最近迷上機戰拉 就用這個咯~ 而且又沒獸圖.. 沒人幫我畫 - - 哎
我自己上網去找個吧

----------


## 銀星‧狼肯

報名~˙▽˙ /

順便問你要畫什麼類型的漫畫

----------


## Kasar

報名先啦~(毆)

----------


## 楓狼

漣漪哥哥我也要我也要^^~

(揮揮)

可以麻^^~

----------


## twt0772

啊哈哈哈 換好了 很簡單吧..是頭像喲

----------


## 虛空‧貝雷傑

我也要報~~我穿海豚裝可以幫你渡河(你會需要渡河嗎)

----------


## 軒轅．赤那

XD~我也要~
話說我沒頭像的說= =....

----------


## M.S.Keith

我也要~˙w˙(舉手)

----------


## AkiEaglrs

+1
遲到了好久。。。。。。。。。
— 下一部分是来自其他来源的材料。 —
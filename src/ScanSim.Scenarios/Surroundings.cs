namespace ScanSim.Scenarios;

/// <summary>The environment block: what lies between the radar and its targets.</summary>
public sealed record Surroundings
{
    /// <summary>Ratio of the effective to the true earth radius, k. Default 4/3 (common practice for a standard atmosphere).</summary>
    public required double EffectiveEarthFactor { get; init; }
}
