namespace ScanSim.Scenarios;

/// <summary>Random errors of the instrument itself (encoder, timing, quantisation), one standard deviation, added to each plot beside the noise-made ones.</summary>
public sealed record InstrumentErrors
{
    public required double RangeSigmaM { get; init; }

    public required double AzimuthSigmaRad { get; init; }
}
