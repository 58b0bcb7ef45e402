import 'server-only';
import { and, desc, eq, isNull, sql } from 'drizzle-orm';
import { db } from '../client';
import { wearers } from '../schema/wearers';
import { recordAudit } from './audit';
import { moveToBin } from './bin';
import { done, missing, type Written } from './outcome';
import type { Viewer } from './viewer';

const COLUMNS = {
  id: wearers.id,
  name: wearers.name,
  isSelf: wearers.isSelf,
  isUnder18: wearers.isUnder18,
  fittedFor: wearers.fittedFor,
  wornBeneath: wearers.wornBeneath,
  shape: wearers.shape,
  consentsMeasure: wearers.consentsMeasure,
  consentsPhotograph: wearers.consentsPhotograph,
  consentsShare: wearers.consentsShare,
  consentOn: wearers.consentOn,
  version: wearers.version,
};

const ownedBy = (viewer: Viewer) => and(eq(wearers.ownerId, viewer.userId), isNull(wearers.deletedAt));

export type WearerDto = Awaited<ReturnType<typeof listWearers>>[number];
export type WearerInput = Omit<WearerDto, 'id' | 'version'>;

export function listWearers(viewer: Viewer) {
  return db()
    .select(COLUMNS)
    .from(wearers)
    .where(ownedBy(viewer))
    .orderBy(desc(wearers.isSelf), wearers.id)
    .limit(200);
}

export async function findWearer(viewer: Viewer, id: string): Promise<WearerDto | null> {
  const [row] = await db()
    .select(COLUMNS)
    .from(wearers)
    .where(and(eq(wearers.id, id), ownedBy(viewer)));
  return row ?? null;
}

/** Sending the same id again gives back the row it made the first time. Null when the id is somebody else's. */
export async function createWearer(
  viewer: Viewer,
  id: string,
  input: WearerInput,
): Promise<WearerDto | null> {
  return db().transaction(async (tx) => {
    const [row] = await tx
      .insert(wearers)
      .values({ ...input, id, ownerId: viewer.userId })
      .onConflictDoNothing()
      .returning(COLUMNS);
    if (!row) return findWearer(viewer, id);
    await recordAudit(tx, { actorId: viewer.userId, verb: 'create', objectKind: 'wearer', objectId: id });
    return row;
  });
}

export async function updateWearer(
  viewer: Viewer,
  id: string,
  seenVersion: number,
  input: WearerInput,
): Promise<Written<WearerDto>> {
  return db().transaction(async (tx) => {
    const [row] = await tx
      .update(wearers)
      .set({ ...input, version: sql`${wearers.version} + 1` })
      .where(and(eq(wearers.id, id), ownedBy(viewer), eq(wearers.version, seenVersion)))
      .returning(COLUMNS);
    if (row) {
      const fields = Object.keys(input);
      await recordAudit(tx, {
        actorId: viewer.userId,
        verb: 'update',
        objectKind: 'wearer',
        objectId: id,
        fields,
      });
      return done(row);
    }
    const theirs = await findWearer(viewer, id);
    return theirs ? { kind: 'conflict', mine: input, theirs } : missing();
  });
}

/** Into the bin, with every journal of theirs out of sight. True when there was something to remove. */
export const removeWearer = (viewer: Viewer, id: string) => moveToBin(viewer, 'wearer', id, ownedBy(viewer));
= =

----------


## 夜月之狼

我也來~XD

不要那麼長的名可以用夜狼~X3

----------


## 秋楓

我也要可以嗎?(舉爪

直接叫秋楓就可以了˙▽˙"

----------


## 萊姆罐頭

我也咬參一腳...
叫我萊姆就好了
如果有反派把我畫成反派也可以
出場後馬上被歐飛也可以XD

對了在我鼻子上的是OK蹦...
抱歉只有頭...以下自行想像
(不要畫成底下有8隻腳.黏液...的怪物  我心臟會承受不了囧)

----------


## 犽太

我也要報名~
頭象的問題......
痾........想想看~
恩..............
在去換就好了~

----------


## 小龍

那個......漣漪，我也要(舉爪

----------


## 漣漪月影

呵呵~大家都踴躍報名了~
那我會盡力把大家加進去~
順便一提~
漫畫叫-漣漪之旅
其性質跟奇諾之旅剎不多~
就是關於漣漪旅遊的故事~
呵呵~

----------


## 薩卡魯瓦

我要卡個位=w=/
真正的全名是[薩卡魯瓦]~: p

----------


## twt0772

> 呵呵~大家都踴躍報名了~
> 那我會盡力把大家加進去~
> 順便一提~
> 漫畫叫-漣漪之旅
> 其性質跟奇諾之旅剎不多~
> 就是關於漣漪旅遊的故事~
> 呵呵~


旅遊?!......可能發生什麼事......
吃錯東西大家全都變異.
見到某種動物變異,變得很大.
被鬼鎖在屋子裏,然後一個一個地秒殺.
參加殺人遊戲,互相殘殺,最後一個為勝利者,才能放出去.(參照殺人遊戲,日本漫畫)
還有很多..有待發現

----------


## 小龍

漣漪，這樣的話你畫漫畫一定很累喔!!

----------


## 威狼

我也要報名....不知道我被畫上去會變怎樣
(謎:有畫上去再說)

----------


## 嵐隱

我也參一咖~XD

報名先~^^

----------


## 南田功二

我也要參上!!!
我可以叫做功二>W<!!

----------


## AkiEaglrs

> 旅遊?!......可能發生什麼事......
> 吃錯東西大家全都變異.
> 見到某種動物變異,變得很大.
> 被鬼鎖在屋子裏,然後一個一個地秒殺.
> 參加殺人遊戲,互相殘殺,最後一個為勝利者,才能放出去.(參照殺人遊戲,日本漫畫)
> 還有很多..有待發現


別亂想象好不好啊。。。。。。。。。。。

----------


## 熾祈

參一腳ˇˇ（笑）
名字直接叫熾祈就可以了ˊˇˋ

----------


## twt0772

> 別亂想象好不好啊。。。。。。。。。。。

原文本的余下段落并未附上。